Look below for the lines from the one with "is taken instead." to the one with "τ, coefficient of variation", and copy exactly those lines, both ends included.

(Provided material):
———

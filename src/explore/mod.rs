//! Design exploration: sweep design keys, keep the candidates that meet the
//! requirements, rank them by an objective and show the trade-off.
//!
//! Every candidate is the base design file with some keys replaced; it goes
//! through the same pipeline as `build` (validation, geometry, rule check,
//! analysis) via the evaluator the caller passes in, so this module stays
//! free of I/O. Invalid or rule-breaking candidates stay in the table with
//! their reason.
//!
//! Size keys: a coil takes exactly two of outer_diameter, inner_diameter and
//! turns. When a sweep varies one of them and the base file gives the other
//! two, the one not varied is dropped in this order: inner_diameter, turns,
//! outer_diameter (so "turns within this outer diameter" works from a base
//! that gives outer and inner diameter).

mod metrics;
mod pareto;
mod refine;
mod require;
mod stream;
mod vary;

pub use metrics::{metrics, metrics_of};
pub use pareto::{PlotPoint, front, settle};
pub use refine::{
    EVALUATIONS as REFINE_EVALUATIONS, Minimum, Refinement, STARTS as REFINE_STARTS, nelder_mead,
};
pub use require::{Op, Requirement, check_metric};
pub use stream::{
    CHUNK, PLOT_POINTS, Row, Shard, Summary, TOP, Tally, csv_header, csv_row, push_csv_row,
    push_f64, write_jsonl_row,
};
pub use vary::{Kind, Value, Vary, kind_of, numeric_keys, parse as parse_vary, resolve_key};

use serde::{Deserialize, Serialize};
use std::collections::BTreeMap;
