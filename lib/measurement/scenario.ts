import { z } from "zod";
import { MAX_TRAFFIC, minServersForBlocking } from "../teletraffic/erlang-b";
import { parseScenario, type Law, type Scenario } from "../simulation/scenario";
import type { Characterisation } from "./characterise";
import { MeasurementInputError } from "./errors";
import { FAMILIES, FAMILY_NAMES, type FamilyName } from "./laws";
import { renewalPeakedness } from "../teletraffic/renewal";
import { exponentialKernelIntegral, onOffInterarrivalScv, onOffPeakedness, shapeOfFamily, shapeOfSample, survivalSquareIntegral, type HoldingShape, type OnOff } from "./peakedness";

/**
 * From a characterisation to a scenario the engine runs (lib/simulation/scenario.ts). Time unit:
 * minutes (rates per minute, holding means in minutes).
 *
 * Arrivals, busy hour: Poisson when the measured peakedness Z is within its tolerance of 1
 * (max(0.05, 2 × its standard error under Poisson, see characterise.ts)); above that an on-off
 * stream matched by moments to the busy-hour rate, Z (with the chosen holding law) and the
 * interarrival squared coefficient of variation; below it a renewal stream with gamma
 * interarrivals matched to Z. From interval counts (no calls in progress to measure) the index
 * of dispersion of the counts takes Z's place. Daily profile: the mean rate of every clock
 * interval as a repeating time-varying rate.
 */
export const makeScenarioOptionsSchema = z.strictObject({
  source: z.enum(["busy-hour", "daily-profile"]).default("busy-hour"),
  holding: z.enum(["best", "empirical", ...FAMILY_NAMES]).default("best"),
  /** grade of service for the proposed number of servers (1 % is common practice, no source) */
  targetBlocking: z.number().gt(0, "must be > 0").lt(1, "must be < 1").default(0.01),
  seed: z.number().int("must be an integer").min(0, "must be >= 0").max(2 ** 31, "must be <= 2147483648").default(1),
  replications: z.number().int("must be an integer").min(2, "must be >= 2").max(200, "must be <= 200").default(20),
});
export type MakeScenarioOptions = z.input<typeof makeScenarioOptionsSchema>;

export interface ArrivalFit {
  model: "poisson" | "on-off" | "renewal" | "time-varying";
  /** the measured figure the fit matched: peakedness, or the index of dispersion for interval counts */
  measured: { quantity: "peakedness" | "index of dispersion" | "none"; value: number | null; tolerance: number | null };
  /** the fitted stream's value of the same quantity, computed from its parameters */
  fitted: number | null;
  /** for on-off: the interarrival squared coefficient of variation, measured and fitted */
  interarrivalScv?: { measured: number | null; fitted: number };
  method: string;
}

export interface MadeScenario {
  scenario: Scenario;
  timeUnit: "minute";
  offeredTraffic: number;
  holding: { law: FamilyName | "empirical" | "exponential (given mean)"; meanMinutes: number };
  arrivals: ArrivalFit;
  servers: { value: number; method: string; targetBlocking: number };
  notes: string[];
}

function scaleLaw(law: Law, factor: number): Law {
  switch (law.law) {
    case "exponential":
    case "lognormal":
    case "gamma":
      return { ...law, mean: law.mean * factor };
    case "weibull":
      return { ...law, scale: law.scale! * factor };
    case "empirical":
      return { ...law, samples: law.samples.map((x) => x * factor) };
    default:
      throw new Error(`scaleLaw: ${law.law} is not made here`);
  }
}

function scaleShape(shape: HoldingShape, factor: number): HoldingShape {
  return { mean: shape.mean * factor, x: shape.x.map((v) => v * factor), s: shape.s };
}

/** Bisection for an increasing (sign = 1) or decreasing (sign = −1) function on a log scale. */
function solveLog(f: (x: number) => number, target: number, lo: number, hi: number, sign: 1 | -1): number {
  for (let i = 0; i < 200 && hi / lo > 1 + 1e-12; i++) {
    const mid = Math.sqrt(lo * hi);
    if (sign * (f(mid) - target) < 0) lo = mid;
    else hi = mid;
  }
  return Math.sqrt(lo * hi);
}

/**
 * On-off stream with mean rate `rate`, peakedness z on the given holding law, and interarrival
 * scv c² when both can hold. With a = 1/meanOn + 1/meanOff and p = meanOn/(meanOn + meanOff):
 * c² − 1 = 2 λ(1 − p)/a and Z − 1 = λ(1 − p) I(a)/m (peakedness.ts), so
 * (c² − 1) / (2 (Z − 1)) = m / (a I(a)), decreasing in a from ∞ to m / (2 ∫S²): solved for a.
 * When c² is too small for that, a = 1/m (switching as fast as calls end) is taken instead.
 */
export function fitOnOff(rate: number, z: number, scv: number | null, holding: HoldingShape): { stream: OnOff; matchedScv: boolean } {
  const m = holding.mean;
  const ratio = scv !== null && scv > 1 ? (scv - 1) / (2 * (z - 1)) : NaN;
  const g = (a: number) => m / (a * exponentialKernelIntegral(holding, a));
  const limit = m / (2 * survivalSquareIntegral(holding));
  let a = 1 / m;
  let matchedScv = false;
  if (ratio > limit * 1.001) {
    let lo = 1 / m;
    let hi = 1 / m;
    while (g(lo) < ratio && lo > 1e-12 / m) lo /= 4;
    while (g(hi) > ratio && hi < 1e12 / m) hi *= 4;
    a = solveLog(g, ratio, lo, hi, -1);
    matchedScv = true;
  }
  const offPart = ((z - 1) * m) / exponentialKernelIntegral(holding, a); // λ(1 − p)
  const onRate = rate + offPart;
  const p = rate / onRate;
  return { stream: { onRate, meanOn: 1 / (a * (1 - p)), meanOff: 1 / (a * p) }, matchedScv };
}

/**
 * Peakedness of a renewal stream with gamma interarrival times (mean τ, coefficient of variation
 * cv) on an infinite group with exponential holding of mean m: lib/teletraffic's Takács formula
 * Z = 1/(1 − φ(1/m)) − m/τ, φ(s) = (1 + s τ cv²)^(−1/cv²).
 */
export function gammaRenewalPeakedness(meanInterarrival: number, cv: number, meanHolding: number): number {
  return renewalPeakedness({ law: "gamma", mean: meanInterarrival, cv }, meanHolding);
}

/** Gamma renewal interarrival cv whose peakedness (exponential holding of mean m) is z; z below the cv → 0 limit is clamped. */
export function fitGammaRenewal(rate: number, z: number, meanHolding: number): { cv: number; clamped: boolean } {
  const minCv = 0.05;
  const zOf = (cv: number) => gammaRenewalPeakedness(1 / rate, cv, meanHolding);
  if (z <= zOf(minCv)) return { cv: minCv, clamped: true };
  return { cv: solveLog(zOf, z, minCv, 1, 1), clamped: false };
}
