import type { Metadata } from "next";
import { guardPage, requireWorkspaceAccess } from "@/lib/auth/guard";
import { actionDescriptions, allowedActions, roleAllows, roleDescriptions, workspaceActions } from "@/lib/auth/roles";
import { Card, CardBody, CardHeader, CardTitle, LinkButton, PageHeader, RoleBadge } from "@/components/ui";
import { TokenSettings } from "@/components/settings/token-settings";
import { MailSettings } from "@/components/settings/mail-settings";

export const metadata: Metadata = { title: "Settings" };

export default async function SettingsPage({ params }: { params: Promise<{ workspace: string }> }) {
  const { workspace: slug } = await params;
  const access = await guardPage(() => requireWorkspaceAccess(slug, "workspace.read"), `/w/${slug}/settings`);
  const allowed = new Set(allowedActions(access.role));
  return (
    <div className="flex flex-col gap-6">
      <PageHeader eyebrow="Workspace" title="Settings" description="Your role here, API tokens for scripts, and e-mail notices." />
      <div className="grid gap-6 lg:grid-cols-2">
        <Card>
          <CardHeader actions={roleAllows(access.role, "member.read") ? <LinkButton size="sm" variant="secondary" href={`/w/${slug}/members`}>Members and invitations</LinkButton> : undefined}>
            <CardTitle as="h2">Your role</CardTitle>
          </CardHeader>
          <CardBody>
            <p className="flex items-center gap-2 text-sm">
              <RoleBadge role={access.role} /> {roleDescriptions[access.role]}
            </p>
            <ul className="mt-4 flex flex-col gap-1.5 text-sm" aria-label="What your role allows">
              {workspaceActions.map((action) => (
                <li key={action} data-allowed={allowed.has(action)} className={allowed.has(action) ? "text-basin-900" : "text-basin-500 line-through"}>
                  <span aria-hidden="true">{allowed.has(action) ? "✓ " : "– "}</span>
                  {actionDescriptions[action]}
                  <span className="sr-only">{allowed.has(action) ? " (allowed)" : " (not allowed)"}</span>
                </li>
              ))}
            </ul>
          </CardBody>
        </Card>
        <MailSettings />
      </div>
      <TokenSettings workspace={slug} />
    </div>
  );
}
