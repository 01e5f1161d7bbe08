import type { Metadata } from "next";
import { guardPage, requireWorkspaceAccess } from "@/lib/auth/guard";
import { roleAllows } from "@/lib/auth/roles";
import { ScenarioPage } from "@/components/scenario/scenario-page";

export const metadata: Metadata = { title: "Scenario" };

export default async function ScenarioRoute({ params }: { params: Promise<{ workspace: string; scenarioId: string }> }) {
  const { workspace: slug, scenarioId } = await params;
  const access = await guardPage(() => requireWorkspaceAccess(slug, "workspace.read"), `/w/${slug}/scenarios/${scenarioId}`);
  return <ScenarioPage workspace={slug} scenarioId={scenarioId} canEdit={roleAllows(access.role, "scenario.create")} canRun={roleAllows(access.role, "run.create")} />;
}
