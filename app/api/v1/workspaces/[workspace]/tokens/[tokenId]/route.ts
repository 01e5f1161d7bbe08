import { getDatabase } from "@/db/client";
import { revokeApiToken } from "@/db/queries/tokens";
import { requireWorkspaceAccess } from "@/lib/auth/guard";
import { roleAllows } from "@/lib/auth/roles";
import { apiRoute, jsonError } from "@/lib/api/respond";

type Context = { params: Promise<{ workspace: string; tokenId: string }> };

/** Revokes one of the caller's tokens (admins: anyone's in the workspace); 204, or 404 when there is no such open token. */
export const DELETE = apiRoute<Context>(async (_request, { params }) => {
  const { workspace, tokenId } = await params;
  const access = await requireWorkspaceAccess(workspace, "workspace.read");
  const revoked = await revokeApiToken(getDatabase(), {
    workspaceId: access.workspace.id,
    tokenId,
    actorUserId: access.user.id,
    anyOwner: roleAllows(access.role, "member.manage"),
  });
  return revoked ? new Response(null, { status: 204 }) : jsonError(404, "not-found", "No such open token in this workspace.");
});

———

(Answer to the problem):
 * When c² is too small for that, a = 1/m (switching as fast as calls end) is taken instead.
 */
export function fitOnOff(rate: number, z: number, scv: number | null, holding: HoldingShape): { stream: OnOff; matchedScv: boolean } {
  const m = holding.mean;
  const ratio = scv !== null && scv > 1 ? (scv - 1) / (2 * (z - 1)) : NaN;
  const g = (a: number) => m / (a * exponentialKernelIntegral(holding, a));
  const limit = m / (2 * survivalSquareIntegral(holding));
  let a = 1 / m;
  let matchedScv = false;
  if (ratio > limit * 1.001) {
    let lo = 1 / m;
    let hi = 1 / m;
    while (g(lo) < ratio && lo > 1e-12 / m) lo /= 4;
    while (g(hi) > ratio && hi < 1e12 / m) hi *= 4;
    a = solveLog(g, ratio, lo, hi, -1);
    matchedScv = true;
  }
  const offPart = ((z - 1) * m) / exponentialKernelIntegral(holding, a); // λ(1 − p)
  const onRate = rate + offPart;
  const p = rate / onRate;
  return { stream: { onRate, meanOn: 1 / (a * (1 - p)), meanOff: 1 / (a * p) }, matchedScv };
}

/**
 * Peakedness of a renewal stream with gamma interarrival times (mean τ, coefficient of variation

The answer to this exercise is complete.